— Records supplied —
[Start of section]

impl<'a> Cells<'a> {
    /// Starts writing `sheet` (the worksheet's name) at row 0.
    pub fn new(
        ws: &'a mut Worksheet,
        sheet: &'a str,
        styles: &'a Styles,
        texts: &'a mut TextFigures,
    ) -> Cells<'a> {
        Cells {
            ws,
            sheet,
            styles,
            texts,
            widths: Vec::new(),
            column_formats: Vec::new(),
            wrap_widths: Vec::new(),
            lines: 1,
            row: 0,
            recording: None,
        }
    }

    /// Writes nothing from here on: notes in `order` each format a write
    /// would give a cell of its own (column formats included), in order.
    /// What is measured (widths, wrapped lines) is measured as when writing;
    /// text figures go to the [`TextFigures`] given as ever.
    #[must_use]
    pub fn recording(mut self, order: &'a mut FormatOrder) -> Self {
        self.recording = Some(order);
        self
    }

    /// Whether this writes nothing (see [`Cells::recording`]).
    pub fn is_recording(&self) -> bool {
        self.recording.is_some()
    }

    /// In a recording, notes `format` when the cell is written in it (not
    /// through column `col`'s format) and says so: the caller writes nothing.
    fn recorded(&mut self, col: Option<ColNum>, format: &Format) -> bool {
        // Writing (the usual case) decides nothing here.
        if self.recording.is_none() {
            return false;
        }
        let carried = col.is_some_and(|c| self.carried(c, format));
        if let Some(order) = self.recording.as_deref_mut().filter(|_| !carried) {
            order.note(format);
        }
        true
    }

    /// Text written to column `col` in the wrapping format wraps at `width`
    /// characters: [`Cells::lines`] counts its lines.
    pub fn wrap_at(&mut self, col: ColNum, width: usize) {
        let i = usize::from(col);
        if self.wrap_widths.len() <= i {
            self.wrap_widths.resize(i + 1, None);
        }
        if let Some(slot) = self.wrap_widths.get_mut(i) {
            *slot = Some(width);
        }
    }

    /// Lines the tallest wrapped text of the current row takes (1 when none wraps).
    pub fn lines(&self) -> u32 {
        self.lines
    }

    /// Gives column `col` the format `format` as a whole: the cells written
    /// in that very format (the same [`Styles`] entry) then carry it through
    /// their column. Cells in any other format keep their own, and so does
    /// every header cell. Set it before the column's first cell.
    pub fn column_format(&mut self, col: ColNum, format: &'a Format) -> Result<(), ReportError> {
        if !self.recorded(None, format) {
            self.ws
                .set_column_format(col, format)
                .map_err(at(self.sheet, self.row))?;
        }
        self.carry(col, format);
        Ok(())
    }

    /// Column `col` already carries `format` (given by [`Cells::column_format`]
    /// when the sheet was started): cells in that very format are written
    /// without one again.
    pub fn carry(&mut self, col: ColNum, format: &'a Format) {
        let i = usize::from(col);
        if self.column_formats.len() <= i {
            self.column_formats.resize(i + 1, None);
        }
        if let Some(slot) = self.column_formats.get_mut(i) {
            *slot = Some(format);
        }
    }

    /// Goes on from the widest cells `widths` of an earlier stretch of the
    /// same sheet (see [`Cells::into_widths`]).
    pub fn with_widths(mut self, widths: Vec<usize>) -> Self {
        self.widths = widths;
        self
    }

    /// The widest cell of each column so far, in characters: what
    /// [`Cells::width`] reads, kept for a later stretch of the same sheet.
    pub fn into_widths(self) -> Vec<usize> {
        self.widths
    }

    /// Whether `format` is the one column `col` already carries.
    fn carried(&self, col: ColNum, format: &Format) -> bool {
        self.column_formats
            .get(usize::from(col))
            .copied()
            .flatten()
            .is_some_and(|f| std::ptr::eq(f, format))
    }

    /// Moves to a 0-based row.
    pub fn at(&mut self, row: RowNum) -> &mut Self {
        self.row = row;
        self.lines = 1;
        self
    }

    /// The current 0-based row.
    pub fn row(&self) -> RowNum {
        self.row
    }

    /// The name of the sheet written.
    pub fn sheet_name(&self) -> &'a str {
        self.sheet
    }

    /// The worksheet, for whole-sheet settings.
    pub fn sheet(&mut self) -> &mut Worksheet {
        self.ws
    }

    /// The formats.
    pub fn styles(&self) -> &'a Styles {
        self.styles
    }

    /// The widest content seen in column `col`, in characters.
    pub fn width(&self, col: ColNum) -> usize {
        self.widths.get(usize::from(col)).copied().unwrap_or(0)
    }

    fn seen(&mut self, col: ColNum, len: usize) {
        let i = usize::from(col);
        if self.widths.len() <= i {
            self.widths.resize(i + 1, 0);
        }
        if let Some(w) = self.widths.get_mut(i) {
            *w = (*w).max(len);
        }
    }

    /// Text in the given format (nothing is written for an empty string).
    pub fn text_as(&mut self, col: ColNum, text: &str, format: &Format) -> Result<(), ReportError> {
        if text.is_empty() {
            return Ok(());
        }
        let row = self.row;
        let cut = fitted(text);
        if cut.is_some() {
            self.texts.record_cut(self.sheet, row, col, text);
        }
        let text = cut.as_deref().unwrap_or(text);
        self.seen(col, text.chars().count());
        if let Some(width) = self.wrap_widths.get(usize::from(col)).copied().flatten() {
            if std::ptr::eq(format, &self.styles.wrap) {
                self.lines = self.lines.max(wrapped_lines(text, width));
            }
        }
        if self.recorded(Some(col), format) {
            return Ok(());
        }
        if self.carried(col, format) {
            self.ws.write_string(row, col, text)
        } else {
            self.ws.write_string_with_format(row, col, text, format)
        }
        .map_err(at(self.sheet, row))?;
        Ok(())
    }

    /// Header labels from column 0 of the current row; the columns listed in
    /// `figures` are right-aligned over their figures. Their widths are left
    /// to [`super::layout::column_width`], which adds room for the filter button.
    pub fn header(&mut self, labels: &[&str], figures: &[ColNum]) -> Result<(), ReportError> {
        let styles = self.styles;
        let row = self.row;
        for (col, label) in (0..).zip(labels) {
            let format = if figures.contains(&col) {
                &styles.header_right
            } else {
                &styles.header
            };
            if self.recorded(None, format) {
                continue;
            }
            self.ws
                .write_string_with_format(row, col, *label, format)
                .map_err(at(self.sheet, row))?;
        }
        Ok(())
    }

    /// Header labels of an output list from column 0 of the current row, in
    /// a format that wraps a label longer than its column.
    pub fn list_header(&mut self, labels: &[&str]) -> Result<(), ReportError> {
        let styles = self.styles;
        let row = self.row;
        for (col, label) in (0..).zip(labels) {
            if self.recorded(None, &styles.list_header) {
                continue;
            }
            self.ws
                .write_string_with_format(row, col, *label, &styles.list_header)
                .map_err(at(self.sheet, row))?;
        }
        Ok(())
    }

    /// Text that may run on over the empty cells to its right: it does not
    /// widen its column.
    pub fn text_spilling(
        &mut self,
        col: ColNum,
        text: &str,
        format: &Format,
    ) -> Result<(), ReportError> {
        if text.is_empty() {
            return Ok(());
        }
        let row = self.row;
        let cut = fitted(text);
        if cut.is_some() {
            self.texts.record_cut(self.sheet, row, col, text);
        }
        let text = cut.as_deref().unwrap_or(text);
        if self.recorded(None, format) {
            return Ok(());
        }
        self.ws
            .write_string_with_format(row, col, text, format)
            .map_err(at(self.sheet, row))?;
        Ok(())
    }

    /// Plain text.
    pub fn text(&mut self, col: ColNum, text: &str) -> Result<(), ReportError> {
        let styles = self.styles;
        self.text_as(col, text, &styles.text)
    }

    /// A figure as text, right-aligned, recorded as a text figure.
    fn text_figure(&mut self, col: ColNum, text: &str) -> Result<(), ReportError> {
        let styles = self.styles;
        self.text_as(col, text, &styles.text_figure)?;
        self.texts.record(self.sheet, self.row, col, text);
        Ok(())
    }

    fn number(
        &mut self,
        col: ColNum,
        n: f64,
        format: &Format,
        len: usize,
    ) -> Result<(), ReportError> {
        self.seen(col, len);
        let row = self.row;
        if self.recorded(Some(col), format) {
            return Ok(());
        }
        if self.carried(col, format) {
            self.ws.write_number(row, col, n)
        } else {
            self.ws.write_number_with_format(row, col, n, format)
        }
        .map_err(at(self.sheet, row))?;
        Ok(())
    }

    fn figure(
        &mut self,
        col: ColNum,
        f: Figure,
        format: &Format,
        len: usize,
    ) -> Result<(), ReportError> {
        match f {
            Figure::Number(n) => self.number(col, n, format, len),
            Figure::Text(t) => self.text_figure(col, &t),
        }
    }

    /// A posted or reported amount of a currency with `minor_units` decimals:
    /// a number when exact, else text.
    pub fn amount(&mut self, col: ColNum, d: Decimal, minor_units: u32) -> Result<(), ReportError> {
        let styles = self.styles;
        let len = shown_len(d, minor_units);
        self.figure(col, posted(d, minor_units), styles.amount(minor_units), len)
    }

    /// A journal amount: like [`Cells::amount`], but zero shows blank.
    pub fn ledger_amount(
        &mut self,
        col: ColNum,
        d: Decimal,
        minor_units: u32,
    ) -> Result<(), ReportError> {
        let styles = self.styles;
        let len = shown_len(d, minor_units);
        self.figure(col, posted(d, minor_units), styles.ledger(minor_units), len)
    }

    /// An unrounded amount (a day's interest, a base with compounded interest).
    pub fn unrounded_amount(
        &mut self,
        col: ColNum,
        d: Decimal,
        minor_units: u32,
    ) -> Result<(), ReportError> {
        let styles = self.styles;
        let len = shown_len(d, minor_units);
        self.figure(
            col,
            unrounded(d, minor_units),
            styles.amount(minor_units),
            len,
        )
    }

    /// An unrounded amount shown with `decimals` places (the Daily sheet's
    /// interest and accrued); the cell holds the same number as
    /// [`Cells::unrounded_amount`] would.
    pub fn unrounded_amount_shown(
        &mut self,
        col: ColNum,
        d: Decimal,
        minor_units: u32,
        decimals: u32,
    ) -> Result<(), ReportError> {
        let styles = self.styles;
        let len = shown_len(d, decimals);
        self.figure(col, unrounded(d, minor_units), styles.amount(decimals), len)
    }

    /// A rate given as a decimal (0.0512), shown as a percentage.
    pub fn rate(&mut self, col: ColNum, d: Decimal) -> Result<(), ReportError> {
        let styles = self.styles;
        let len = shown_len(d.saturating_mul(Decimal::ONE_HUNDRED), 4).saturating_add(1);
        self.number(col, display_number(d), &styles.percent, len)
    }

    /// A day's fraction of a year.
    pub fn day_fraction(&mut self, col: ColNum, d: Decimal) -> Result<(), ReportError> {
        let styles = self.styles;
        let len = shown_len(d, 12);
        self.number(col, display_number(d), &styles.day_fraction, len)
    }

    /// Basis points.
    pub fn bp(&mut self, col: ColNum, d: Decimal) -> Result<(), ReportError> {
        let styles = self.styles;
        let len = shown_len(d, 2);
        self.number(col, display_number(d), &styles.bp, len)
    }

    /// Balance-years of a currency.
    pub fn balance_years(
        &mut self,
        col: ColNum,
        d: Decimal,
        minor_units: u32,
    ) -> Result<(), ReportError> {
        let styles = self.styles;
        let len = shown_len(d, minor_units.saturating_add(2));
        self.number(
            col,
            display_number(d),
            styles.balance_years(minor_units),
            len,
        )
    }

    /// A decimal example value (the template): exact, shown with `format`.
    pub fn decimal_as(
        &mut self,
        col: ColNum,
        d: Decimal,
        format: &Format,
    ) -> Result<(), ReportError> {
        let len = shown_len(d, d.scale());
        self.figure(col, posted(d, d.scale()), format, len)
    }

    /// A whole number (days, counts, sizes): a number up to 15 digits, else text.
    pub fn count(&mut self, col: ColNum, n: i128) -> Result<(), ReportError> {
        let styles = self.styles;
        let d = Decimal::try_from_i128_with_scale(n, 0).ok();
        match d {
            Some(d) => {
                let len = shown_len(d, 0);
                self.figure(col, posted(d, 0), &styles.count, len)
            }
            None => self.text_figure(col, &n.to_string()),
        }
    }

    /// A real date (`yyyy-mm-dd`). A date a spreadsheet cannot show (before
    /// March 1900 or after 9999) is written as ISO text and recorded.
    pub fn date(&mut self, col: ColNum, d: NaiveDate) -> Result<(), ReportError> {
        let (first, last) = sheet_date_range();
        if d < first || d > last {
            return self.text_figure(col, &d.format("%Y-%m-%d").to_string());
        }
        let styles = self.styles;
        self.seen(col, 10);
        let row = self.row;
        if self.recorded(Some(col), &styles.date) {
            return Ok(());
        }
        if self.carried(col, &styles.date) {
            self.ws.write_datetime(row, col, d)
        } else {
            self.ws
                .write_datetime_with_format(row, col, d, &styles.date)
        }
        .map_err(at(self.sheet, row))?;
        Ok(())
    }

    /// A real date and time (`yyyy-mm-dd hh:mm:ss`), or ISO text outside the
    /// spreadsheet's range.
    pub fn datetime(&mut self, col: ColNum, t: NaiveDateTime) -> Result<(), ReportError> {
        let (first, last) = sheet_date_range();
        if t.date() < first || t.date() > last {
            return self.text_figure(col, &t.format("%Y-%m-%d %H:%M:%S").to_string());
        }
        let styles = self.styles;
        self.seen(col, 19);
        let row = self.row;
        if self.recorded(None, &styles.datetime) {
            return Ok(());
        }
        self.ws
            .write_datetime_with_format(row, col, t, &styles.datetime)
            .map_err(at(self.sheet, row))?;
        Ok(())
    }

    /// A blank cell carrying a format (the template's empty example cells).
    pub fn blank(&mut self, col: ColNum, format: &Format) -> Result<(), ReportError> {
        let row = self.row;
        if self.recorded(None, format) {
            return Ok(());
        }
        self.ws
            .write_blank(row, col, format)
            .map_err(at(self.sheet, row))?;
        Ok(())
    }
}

[End of section]
[Start of section]

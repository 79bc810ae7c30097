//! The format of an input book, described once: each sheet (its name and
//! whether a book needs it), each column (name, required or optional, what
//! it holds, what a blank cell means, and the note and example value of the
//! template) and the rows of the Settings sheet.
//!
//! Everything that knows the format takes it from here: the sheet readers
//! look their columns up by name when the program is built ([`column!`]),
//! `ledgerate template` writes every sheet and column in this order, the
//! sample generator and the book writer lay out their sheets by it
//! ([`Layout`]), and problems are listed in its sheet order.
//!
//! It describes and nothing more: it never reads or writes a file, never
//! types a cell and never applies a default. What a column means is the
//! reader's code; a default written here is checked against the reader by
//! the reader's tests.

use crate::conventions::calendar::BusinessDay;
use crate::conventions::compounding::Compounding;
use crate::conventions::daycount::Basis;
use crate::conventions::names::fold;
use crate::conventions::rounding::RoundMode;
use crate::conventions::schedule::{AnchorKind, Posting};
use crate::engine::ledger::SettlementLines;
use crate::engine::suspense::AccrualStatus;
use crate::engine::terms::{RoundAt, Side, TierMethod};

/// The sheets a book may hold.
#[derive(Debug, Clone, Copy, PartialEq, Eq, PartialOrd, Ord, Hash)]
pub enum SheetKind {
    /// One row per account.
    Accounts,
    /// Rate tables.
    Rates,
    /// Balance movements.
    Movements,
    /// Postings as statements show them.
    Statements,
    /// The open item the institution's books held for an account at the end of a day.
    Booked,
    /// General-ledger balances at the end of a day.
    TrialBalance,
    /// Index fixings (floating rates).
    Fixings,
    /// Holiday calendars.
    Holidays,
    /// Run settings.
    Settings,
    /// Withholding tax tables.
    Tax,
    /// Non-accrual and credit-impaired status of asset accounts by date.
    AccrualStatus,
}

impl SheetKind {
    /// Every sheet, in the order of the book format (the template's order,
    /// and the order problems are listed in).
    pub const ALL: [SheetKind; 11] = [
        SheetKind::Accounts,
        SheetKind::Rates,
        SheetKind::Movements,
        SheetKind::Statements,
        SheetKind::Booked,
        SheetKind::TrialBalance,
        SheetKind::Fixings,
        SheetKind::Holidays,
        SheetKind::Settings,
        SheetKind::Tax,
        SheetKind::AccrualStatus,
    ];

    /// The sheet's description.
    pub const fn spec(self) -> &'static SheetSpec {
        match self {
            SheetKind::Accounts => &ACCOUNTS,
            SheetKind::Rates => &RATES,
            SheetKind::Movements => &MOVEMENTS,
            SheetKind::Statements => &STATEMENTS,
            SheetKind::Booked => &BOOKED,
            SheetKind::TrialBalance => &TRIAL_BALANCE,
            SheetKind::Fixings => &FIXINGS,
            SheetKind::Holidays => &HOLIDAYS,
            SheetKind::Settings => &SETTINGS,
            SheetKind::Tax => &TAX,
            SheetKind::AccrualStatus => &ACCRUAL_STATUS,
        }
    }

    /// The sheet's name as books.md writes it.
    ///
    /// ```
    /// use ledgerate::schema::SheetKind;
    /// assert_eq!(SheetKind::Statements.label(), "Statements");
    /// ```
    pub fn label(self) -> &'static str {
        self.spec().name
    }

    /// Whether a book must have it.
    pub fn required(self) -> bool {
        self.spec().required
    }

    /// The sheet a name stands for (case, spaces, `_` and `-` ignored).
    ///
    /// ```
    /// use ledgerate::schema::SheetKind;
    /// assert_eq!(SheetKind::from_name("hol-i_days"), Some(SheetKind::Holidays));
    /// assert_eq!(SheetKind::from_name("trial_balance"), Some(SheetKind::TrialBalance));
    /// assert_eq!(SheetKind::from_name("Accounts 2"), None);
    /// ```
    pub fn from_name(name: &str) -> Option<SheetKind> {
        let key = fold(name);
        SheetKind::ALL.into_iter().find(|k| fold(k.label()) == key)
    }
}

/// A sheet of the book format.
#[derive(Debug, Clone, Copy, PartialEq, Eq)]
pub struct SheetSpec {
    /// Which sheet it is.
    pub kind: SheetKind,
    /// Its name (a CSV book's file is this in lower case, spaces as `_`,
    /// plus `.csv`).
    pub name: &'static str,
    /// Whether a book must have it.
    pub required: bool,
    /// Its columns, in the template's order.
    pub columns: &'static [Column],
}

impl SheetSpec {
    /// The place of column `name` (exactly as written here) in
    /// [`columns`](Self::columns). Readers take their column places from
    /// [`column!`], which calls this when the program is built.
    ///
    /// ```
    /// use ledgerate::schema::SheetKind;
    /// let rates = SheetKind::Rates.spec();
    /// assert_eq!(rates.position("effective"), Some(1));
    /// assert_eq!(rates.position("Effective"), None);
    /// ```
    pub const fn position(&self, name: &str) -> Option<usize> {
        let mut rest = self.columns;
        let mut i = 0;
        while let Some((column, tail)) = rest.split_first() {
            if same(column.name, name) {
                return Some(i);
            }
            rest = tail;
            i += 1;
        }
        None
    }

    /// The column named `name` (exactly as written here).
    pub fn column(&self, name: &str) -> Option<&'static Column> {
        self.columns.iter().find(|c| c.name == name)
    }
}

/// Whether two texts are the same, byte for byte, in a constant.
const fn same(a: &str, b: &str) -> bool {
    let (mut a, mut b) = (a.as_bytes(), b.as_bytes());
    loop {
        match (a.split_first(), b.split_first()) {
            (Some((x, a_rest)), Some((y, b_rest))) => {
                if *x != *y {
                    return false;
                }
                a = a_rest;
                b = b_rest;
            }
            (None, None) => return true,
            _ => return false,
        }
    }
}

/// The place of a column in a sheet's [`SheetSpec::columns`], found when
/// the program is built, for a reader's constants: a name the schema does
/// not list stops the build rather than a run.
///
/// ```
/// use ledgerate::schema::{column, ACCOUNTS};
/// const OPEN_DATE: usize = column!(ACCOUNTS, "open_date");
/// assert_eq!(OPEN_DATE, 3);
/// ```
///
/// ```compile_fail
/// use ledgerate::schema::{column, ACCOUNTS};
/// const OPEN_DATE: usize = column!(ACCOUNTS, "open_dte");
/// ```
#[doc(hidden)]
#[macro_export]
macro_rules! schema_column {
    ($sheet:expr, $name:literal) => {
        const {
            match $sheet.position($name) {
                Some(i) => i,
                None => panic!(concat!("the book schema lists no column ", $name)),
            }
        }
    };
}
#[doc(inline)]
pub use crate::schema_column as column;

[End of section]

— Task details —
Taking the lines above one at a time, give the number of them that contain the string "based". Add nothing else.

— Response —
2